* What you need to do *
Please report the number of lines in the entries below that contain "from", with nothing added.

* Raw data *
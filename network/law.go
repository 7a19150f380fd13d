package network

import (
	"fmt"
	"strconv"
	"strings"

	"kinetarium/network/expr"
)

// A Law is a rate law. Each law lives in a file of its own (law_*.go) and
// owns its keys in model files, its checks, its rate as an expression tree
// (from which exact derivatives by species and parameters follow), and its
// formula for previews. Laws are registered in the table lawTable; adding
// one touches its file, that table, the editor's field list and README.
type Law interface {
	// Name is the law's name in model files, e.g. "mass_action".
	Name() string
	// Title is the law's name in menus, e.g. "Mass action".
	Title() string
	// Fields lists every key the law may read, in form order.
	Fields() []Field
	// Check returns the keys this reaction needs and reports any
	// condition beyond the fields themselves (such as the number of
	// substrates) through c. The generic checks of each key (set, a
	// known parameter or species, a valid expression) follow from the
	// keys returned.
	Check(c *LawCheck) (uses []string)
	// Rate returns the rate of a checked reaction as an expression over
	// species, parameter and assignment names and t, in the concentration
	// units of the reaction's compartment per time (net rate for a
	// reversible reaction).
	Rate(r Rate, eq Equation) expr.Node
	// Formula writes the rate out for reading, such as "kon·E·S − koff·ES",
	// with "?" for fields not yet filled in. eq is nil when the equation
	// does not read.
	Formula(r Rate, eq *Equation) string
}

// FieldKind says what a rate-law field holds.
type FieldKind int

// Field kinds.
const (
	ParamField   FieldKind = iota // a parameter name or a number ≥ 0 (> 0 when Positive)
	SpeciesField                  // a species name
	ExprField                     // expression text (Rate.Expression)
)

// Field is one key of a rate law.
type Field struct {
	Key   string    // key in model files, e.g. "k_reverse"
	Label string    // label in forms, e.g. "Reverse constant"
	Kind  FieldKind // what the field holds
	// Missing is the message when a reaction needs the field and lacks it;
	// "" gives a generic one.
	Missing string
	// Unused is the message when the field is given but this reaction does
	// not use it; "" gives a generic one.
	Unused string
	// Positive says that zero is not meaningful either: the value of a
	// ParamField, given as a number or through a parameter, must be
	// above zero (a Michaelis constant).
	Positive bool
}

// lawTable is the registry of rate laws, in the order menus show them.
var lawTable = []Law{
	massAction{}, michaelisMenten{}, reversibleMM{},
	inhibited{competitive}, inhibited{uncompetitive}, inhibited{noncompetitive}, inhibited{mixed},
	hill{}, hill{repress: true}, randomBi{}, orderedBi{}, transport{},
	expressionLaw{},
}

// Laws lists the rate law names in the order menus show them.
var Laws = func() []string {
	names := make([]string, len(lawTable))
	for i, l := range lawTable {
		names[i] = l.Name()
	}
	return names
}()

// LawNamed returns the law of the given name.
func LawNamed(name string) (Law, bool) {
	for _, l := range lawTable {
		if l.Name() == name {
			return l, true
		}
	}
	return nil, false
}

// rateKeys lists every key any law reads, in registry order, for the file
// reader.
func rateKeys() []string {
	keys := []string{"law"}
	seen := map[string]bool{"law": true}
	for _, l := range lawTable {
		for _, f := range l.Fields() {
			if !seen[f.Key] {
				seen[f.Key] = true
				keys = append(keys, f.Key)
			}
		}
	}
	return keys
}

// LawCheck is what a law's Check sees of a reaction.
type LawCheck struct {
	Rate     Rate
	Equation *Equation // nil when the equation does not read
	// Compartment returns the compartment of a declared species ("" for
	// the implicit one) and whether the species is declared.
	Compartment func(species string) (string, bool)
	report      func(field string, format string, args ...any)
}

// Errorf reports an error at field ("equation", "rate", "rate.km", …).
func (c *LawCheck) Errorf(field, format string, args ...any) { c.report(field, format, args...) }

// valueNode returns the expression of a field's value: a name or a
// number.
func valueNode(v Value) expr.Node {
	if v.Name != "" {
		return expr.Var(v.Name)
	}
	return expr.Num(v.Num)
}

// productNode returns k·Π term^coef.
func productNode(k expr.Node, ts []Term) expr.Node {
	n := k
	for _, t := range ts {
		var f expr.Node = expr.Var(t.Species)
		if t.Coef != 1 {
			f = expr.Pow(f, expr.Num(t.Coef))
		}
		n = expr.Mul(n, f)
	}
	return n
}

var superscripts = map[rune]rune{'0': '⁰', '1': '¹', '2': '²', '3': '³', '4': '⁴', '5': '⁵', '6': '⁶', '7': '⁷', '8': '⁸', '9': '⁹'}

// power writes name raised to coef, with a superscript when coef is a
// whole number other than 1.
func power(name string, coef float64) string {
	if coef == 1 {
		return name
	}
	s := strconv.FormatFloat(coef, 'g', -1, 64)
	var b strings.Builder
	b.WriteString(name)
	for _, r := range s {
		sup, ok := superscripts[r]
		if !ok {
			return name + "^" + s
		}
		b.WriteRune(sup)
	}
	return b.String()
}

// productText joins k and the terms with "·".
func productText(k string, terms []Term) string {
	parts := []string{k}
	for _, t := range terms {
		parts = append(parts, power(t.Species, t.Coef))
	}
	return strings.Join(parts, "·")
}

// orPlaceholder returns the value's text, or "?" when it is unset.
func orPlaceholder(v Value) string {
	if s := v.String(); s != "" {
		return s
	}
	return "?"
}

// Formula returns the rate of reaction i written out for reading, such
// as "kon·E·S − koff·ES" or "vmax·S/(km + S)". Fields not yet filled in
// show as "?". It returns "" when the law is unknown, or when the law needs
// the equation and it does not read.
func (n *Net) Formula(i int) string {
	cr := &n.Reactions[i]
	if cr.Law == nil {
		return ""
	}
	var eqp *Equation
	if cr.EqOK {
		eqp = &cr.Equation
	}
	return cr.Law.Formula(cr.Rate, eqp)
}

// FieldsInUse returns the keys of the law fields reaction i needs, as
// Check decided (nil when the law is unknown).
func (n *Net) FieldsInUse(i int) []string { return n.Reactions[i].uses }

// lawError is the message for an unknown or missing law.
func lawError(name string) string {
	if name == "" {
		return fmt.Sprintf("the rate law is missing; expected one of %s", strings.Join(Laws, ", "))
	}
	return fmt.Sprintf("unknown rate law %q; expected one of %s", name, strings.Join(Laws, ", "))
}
* * *
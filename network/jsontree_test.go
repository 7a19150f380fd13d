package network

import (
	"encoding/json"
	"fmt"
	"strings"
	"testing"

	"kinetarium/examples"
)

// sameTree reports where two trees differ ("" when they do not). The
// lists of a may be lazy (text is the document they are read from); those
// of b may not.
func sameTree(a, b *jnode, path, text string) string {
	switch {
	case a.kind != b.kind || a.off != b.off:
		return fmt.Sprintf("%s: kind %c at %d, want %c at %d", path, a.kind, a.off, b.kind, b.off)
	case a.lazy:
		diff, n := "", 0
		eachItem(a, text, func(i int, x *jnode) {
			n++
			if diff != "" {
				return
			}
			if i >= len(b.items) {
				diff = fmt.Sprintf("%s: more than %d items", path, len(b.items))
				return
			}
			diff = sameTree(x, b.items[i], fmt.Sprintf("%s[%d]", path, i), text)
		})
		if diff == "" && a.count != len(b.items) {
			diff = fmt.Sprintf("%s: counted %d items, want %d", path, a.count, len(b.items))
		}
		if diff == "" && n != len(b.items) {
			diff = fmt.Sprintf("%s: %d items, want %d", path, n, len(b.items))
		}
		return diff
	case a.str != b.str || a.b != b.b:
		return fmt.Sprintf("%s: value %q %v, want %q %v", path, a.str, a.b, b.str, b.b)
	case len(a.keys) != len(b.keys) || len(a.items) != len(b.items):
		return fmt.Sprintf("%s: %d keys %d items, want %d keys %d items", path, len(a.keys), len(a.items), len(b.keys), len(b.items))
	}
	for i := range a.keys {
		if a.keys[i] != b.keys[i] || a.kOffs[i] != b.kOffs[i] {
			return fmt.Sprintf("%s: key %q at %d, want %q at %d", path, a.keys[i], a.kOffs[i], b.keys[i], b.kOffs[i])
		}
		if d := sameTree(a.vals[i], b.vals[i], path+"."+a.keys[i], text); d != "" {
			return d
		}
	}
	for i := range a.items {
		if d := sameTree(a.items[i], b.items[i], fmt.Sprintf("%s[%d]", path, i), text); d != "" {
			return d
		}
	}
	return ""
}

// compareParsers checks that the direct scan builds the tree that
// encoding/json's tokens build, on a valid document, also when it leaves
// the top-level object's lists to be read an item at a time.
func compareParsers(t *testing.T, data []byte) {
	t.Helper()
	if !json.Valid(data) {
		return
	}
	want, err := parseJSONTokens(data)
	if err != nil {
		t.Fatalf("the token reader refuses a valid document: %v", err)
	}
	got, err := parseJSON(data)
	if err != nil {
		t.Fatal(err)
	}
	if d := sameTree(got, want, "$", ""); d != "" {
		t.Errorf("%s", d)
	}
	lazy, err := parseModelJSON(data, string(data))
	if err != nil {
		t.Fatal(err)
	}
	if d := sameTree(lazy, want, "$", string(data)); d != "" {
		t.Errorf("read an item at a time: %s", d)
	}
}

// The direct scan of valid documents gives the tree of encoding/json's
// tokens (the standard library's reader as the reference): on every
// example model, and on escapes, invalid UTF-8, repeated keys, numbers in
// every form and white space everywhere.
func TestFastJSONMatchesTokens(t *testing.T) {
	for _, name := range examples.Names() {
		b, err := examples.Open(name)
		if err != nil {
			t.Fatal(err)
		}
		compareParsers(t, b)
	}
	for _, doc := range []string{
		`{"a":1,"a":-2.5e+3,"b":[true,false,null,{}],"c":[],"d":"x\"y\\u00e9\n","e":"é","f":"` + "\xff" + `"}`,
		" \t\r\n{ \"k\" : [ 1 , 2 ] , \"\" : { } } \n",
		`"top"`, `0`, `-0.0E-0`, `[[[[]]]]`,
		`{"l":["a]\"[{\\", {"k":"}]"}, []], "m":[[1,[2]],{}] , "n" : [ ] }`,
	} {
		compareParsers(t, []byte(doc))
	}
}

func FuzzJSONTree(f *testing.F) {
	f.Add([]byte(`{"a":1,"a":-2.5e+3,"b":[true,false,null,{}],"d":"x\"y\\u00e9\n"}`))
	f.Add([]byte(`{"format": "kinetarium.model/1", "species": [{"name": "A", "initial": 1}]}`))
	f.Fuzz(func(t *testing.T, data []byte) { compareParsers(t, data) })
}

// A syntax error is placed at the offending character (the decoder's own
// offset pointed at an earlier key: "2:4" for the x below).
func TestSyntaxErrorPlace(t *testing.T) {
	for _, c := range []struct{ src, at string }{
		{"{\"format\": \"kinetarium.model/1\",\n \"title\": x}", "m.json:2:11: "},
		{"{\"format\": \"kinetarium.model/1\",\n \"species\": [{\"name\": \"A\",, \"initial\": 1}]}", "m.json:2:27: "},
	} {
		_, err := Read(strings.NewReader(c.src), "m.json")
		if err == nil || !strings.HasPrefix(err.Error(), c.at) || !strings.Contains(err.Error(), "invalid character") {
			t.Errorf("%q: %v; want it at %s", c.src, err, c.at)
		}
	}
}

* Result for this task *
3